# Bauchmuskel verstärken? Mit Photoshop?



## DemOoLuXx (23. September 2004)

Moin,


wollte euch mal fragen ob ihr ein Tutorial kennt, wo beschrieben wird wie man Bauchmuskeln verstärkt. 

Hab leider nichts in der Suche gefunden!


Gruß DemOoLuXx


----------



## GeHo (23. September 2004)

Die besten Ergebnisse wirst du erziehlen, wenn du dir ein Photo mit austrainierten Bauchmuskeln aus dem Inet suchst und die dann mittels Maske über den zu bearbeitenden Bauch legst. 
Bei http://www.surreal-utopia.com (unter Tutorials > Face Switch )gibt es ein Video-Tutorial, wie du einen Kopf auf einen fremden Körper setzt - Vom Prinzip her ist das gleich.


----------



## McAce (25. September 2004)

Da dunkle Bereiche eher in den Hintergrund treten, könntest du mit dem
Abwedler die hellen stellen etwas aufhellen und mit dem 
Nachbelichter die dunklen etwas verstärken.

Dabei solltest du die Deckkraft der Werkzeuge stark verinngern mußt
du halt man sehen was so die besten Ergebnisse liefert.

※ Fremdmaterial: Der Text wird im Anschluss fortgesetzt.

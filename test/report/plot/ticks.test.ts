import { describe, expect, it } from "vitest";
import fc from "fast-check";
import { linearTicks, logTicks } from "../../../src/report/plot/ticks.ts";
import { buildAxis } from "../../../src/report/plot/axes.ts";
import { InvalidArgumentError } from "../../../src/errors.ts";
import { thrownBy } from "../../helpers/throws.ts";

/** Whether x is 1, 2 or 5 times a power of ten (to 1e-9 relative). */
function is125(x: number): boolean {
  const d = Math.floor(Math.log10(x) + 1e-12);
  const m = x / 10 ** d;
  return [1, 2, 5, 10].some((k) => Math.abs(m - k) < 1e-9 * k);
}

describe("linearTicks", () => {
  it("steps by 1, 2 or 5 times a power of ten on spans from 1e-3 to 1e9, covering the range with 3 to 21 ticks", () => {
    fc.assert(
      fc.property(fc.integer({ min: -3, max: 9 }), fc.double({ min: 0.05, max: 1, noNaN: true }), fc.double({ min: -3, max: 3, noNaN: true }), fc.integer({ min: 2, max: 20 }), (e, frac, off, intervals) => {
        const span = frac * 10 ** e;
        const lo = off * span;
        const hi = lo + span;
        const t = linearTicks(lo, hi, { intervals });
        expect(is125(t.step)).toBe(true);
        // a bound within 1e-9 of a step from a tick counts as on it
        expect(t.min).toBeLessThanOrEqual(lo + 1e-9 * t.step);
        expect(t.max).toBeGreaterThanOrEqual(hi - 1e-9 * t.step);
        expect(t.major.length).toBeGreaterThanOrEqual(2);
        expect(t.major.length).toBeLessThanOrEqual(2 * intervals + 2);
        for (let i = 1; i < t.major.length; i++) expect((t.major[i] as number) - (t.major[i - 1] as number)).toBeCloseTo(t.step, 12 - e);
        for (const v of t.major) expect(Math.abs(v / t.step - Math.round(v / t.step))).toBeLessThan(1e-6);
      }),
      { numRuns: 300 },
    );
  });

  it("gives round dB ticks on negative ranges (not -15, -39, -64)", () => {
    expect(linearTicks(-87.3, 12.1).major).toEqual([-100, -80, -60, -40, -20, 0, 20]);
    expect(linearTicks(-64.2, -15.1, { intervals: 5 }).major).toEqual([-70, -60, -50, -40, -30, -20, -10]);
    expect(linearTicks(-0.37, 0.05, { intervals: 4 }).major).toEqual([-0.4, -0.2, 0, 0.2]);
    expect(linearTicks(-0.37, 0.05, { intervals: 6 }).major).toEqual([-0.4, -0.3, -0.2, -0.1, 0, 0.1]);
    expect(linearTicks(-3, -1.3e-3, { intervals: 6 }).step).toBe(0.5);
  });

  it("writes tick values without binary noise", () => {
    expect(linearTicks(0, 0.3, { intervals: 3 }).major).toEqual([0, 0.1, 0.2, 0.3]);
    expect(linearTicks(0, 1e9).major).toEqual([0, 2e8, 4e8, 6e8, 8e8, 1e9]);
    expect(linearTicks(0, 1e-3).major).toEqual([0, 0.0002, 0.0004, 0.0006, 0.0008, 0.001]);
  });

  it("puts minor ticks at fifths of a 1 or 5 step and quarters of a 2 step", () => {
    expect(linearTicks(0, 10, { intervals: 2 }).minor).toEqual([1, 2, 3, 4, 6, 7, 8, 9]);
    expect(linearTicks(0, 4, { intervals: 2 }).minor).toEqual([0.5, 1, 1.5, 2.5, 3, 3.5]);
  });

  it("names the bad argument", () => {
    expect(thrownBy(() => linearTicks(1, 1), InvalidArgumentError).path).toBe("max");
    expect(thrownBy(() => linearTicks(Number.NaN, 1), InvalidArgumentError).path).toBe("min");
    expect(thrownBy(() => linearTicks(0, 1, { intervals: 1 }), InvalidArgumentError).path).toBe("options.intervals");
  });
});

describe("logTicks", () => {
  it("has the decades as major ticks and 2..9 times each as minor ticks, from 1e-3 to 1e9", () => {
    const t = logTicks(1e-3, 1e9);
    expect(t.major).toHaveLength(13);
    expect(t.major[0]).toBe(1e-3);
    expect(t.major[12]).toBe(1e9);
    expect(t.minor).toHaveLength(12 * 8);
    expect(t.minor.slice(0, 8)).toEqual([0.002, 0.003, 0.004, 0.005, 0.006, 0.007, 0.008, 0.009]);
    expect(t.labelled).toEqual(t.major);
  });

  it("widens the range to 1, 2 or 5 times a power of ten", () => {
    const t = logTicks(120, 48000);
    expect([t.min, t.max]).toEqual([100, 50000]);
    expect(t.major).toEqual([100, 1000, 10000]);
    expect(logTicks(2.3e6, 4.1e8).min).toBe(2e6);
    expect(logTicks(2.3e6, 4.1e8).max).toBe(5e8);
  });

  it("labels 2 and 5 times each decade over less than two decades, every line over less than half a decade", () => {
    expect(logTicks(300, 2000).labelled).toEqual([200, 500, 1000, 2000]);
    expect(logTicks(1.1, 2.9).labelled).toEqual([1, 2, 5]);
    expect(logTicks(2.1, 4.9).labelled).toEqual([2, 3, 4, 5]);
  });

  it("names the bad argument", () => {
    expect(thrownBy(() => logTicks(0, 1), InvalidArgumentError).path).toBe("min");
    expect(thrownBy(() => logTicks(10, 5), InvalidArgumentError).path).toBe("max");
  });
});

describe("buildAxis", () => {
  it("takes one SI prefix for a linear axis and names it in the title", () => {
    const a = buildAxis({ scale: "linear", min: 0, max: 2.6e-4, title: "Group delay", unit: "s", prefixed: true }, 300, 12, 45);
    expect(a.title).toBe("Group delay (\u00b5s)");
    expect(a.major.map((t) => t.label)).toEqual(["0", "50", "100", "150", "200", "250", "300"]);
  });

  it("steps degrees by 15, 30, 45, 90, 180 or 360", () => {
    const a = buildAxis({ scale: "linear", min: -400, max: 10, title: "Phase", unit: "\u00b0", angular: true }, 300, 12, 45);
    expect(a.major.map((t) => t.value)).toEqual([-450, -360, -270, -180, -90, 0, 90]);
    expect(a.major[0]?.label).toBe("\u2212450");
  });

  it("labels a log frequency axis with prefixes and leaves the unit to the title", () => {
    const a = buildAxis({ scale: "log", min: 100, max: 50000, title: "Frequency", unit: "Hz" }, 600, 12, 45);
    expect(a.title).toBe("Frequency (Hz)");
    expect(a.major.map((t) => t.label)).toEqual(["100", "1k", "10k"]);
    expect(a.fraction(100)).toBe(0);
    expect(a.fraction(50000)).toBeCloseTo(1, 12);
  });

  it("labels every other decade when the decades are too narrow for their labels", () => {
    const a = buildAxis({ scale: "log", min: 1e-3, max: 1e9, title: "Frequency", unit: "Hz" }, 200, 12, 45);
    const labelled = a.major.filter((t) => t.label !== null).length;
    expect(labelled).toBeLessThan(13);
    expect(labelled).toBeGreaterThanOrEqual(3);
  });
});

PS: Die einfachste Möglichkeit wäre es ein paar Situps mehr zu machen. ;-)


----------



## aleX Angel (25. September 2004)

*hmm...*

hm... spontan fällt mir da nur eins ein:

Sport.... 

Vielleint solltest du mit Situps beginnen, ein bisschen rennen... wenn du was mit photoshop  machen willst, kannst du versuchen die Packung mit Metallspänen zu füllen und dann zu stemmen... ist zwar eher für den Bizeps gut, aber kann der guten figur ja auch nicht schaden.

Ich hoffe ihr nehmt mir die Antwort jetzt nicht allzu übel, seriöse Antworten gabs ja auch schon, und das konnt ich mir nicht verkneifen 

sers. 
aleX


----------